----- DATA EXTRACT -----

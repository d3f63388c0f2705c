//! How many pairs came out how.

use std::fmt::{self, Display};

use molkin_relate::wire::Pair;

/// Counts of verdicts.
#[derive(Debug, Default)]
pub(super) struct Tally {
    identical: u64,
    open: u64,
    stereo: u64,
    constitutional: u64,
    not_isomers: u64,
    failed: u64,
}

impl Tally {
    /// Counts a pair.
    pub(super) fn add(&mut self, pair: &Pair) {
        let count = match pair.relation {
            Some("identical") => &mut self.identical,
            Some("stereo") => &mut self.stereo,
            Some("constitutional") => &mut self.constitutional,
            Some(_) => &mut self.not_isomers,
            None => &mut self.failed,
        };
        *count += 1;
        self.open += u64::from(pair.open == Some(true));
    }

    /// All pairs, those without a verdict included.
    pub(super) fn pairs(&self) -> u64 {
        self.identical + self.stereo + self.constitutional + self.not_isomers + self.failed
    }
}

impl Display for Tally {
    fn fmt(&self, out: &mut fmt::Formatter<'_>) -> fmt::Result {
        let noun = if self.pairs() == 1 { "pair" } else { "pairs" };
        write!(out, "{} {noun}: {} identical", self.pairs(), self.identical)?;
        if self.open > 0 {
            write!(out, " ({} of them open)", self.open)?;
        }
        write!(
            out,
            ", {} stereo, {} constitutional, {} not isomers, {} without a verdict",
            self.stereo, self.constitutional, self.not_isomers, self.failed
        )
    }
}
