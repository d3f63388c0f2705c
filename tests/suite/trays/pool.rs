//! Structures to make trays of.

use std::{
    collections::{BTreeMap, HashSet},
    sync::Arc,
};

use molkin_formats::{Record, source::RecordOutcome};
use molkin_graph::{
    Atom, BondOrder, Element, Limits, Molecule, MoleculeBuilder, Orderer, monoisotopic_mass,
};
use molkin_relate::wire::Prepared;
use molkin_tests::{collection, mirrored};

/// Compounds of different constitution.
pub(super) struct Pool {
    pub(super) compounds: Vec<Compound>,
    /// Those of one formula, where there are several.
    pub(super) isomers: Vec<Vec<usize>>,
}

/// A compound, and relatives of it.
pub(super) struct Compound {
    pub(super) record: Arc<Prepared>,
    /// Its mirror image, where that is another compound.
    pub(super) mirror: Option<Arc<Prepared>>,
    /// With a molecule of hydrogen chloride.
    pub(super) salt: Arc<Prepared>,
    /// Place among [`Pool::isomers`].
    pub(super) formula: Option<usize>,
    /// m/z of the protonated molecule.
    pub(super) mz: f64,
}

impl Pool {
    /// Neutral compounds of one component from open collections, where they are there.
    pub(super) fn new() -> Option<Self> {
        let mut orderer = Orderer::new(Limits::default());
        let mut constitutions = HashSet::new();
        let mut compounds: Vec<Compound> = Vec::new();
        let mut formulae: BTreeMap<String, Vec<usize>> = BTreeMap::new();
        for file in ["vendor.smi", "actives.smi.gz"] {
            for outcome in collection(file)? {
                let Ok(record) = outcome.unwrap().result else {
                    continue;
                };
                let Some(compound) = Compound::new(&mut orderer, record.molecule) else {
                    continue;
                };
                let structure = compound.record.structure().unwrap();
                if constitutions.insert(structure.canonical().constitution_key()) {
                    let formula = structure.formula().to_string();
                    formulae.entry(formula).or_default().push(compounds.len());
                    compounds.push(compound);
                }
            }
        }
        let several = formulae.into_values().filter(|list| list.len() > 1);
        let isomers: Vec<Vec<usize>> = several.collect();
        for (number, list) in isomers.iter().enumerate() {
            for &compound in list {
                compounds[compound].formula = Some(number);
            }
        }
        Some(Self { compounds, isomers })
    }
}

impl Compound {
    fn new(orderer: &mut Orderer, molecule: Molecule) -> Option<Self> {
        let charged = molecule.charge() != 0;
        let labelled = molecule.atoms().any(|atom| atom.isotope.is_some());
        let carbon = molecule.formula().count(Element::CARBON) > 0;
        if charged || labelled || !carbon || molecule.atom_count() > 50 || parts(&molecule) > 1 {
            return None;
        }
        let record = prepared(orderer, molecule.clone())?;
        let mirror = prepared(orderer, mirrored(&molecule))?;
        let own = |prepared: &Prepared| prepared.structure().unwrap().canonical().compound_key();
        let mirror = (own(&mirror) != own(&record)).then_some(mirror);
        let salt = prepared(orderer, hydrochloride(&molecule))?;
        let proton = [(Element::HYDROGEN, None, 1)];
        let formula = molecule.formula();
        let atoms = formula
            .iter()
            .map(|(element, count)| (element, None, count));
        let mz = monoisotopic_mass(atoms.chain(proton), 1).ok()?.dalton();
        Some(Self {
            record,
            mirror,
            salt,
            formula: None,
            mz,
        })
    }
}

fn prepared(orderer: &mut Orderer, molecule: Molecule) -> Option<Arc<Prepared>> {
    let outcome = RecordOutcome {
        result: Ok(Record {
            molecule,
            ..Record::default()
        }),
        ..RecordOutcome::default()
    };
    let prepared = Prepared::new(orderer, "pool", outcome);
    prepared.structure()?;
    Some(Arc::new(prepared))
}

/// Connected parts.
fn parts(molecule: &Molecule) -> usize {
    let mut root: Vec<usize> = (0..molecule.atom_count()).collect();
    let mut parts = root.len();
    for (a, b, _) in molecule.bonds() {
        let find = |root: &[usize], mut at: usize| {
            while root[at] != at {
                at = root[at];
            }
            at
        };
        let (a, b) = (find(&root, a as usize), find(&root, b as usize));
        if a != b {
            root[a] = b;
            parts -= 1;
        }
    }
    parts
}

fn hydrochloride(molecule: &Molecule) -> Molecule {
    let mut builder = MoleculeBuilder::new();
    for atom in molecule.atoms() {
        builder.add_atom(*atom);
    }
    for (a, b, order) in molecule.bonds() {
        builder.add_bond(a, b, order).unwrap();
    }
    for mark in molecule.drawn_stereo() {
        builder.add_stereo(*mark);
    }
    for group in molecule.stereo_groups() {
        builder.add_group(group.clone());
    }
    let chlorine = builder.add_atom(Atom::new(Element::CHLORINE));
    let hydrogen = builder.add_atom(Atom::new(Element::HYDROGEN));
    builder
        .add_bond(chlorine, hydrogen, BondOrder::Single)
        .unwrap();
    builder.build().unwrap()
}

-----

**GOAL OF THE EXERCISE:** Gather from the records above every line containing the string "constitutions".

**RESULT FOR THIS TASK:**
        let mut constitutions = HashSet::new();
                if constitutions.insert(structure.canonical().constitution_key()) {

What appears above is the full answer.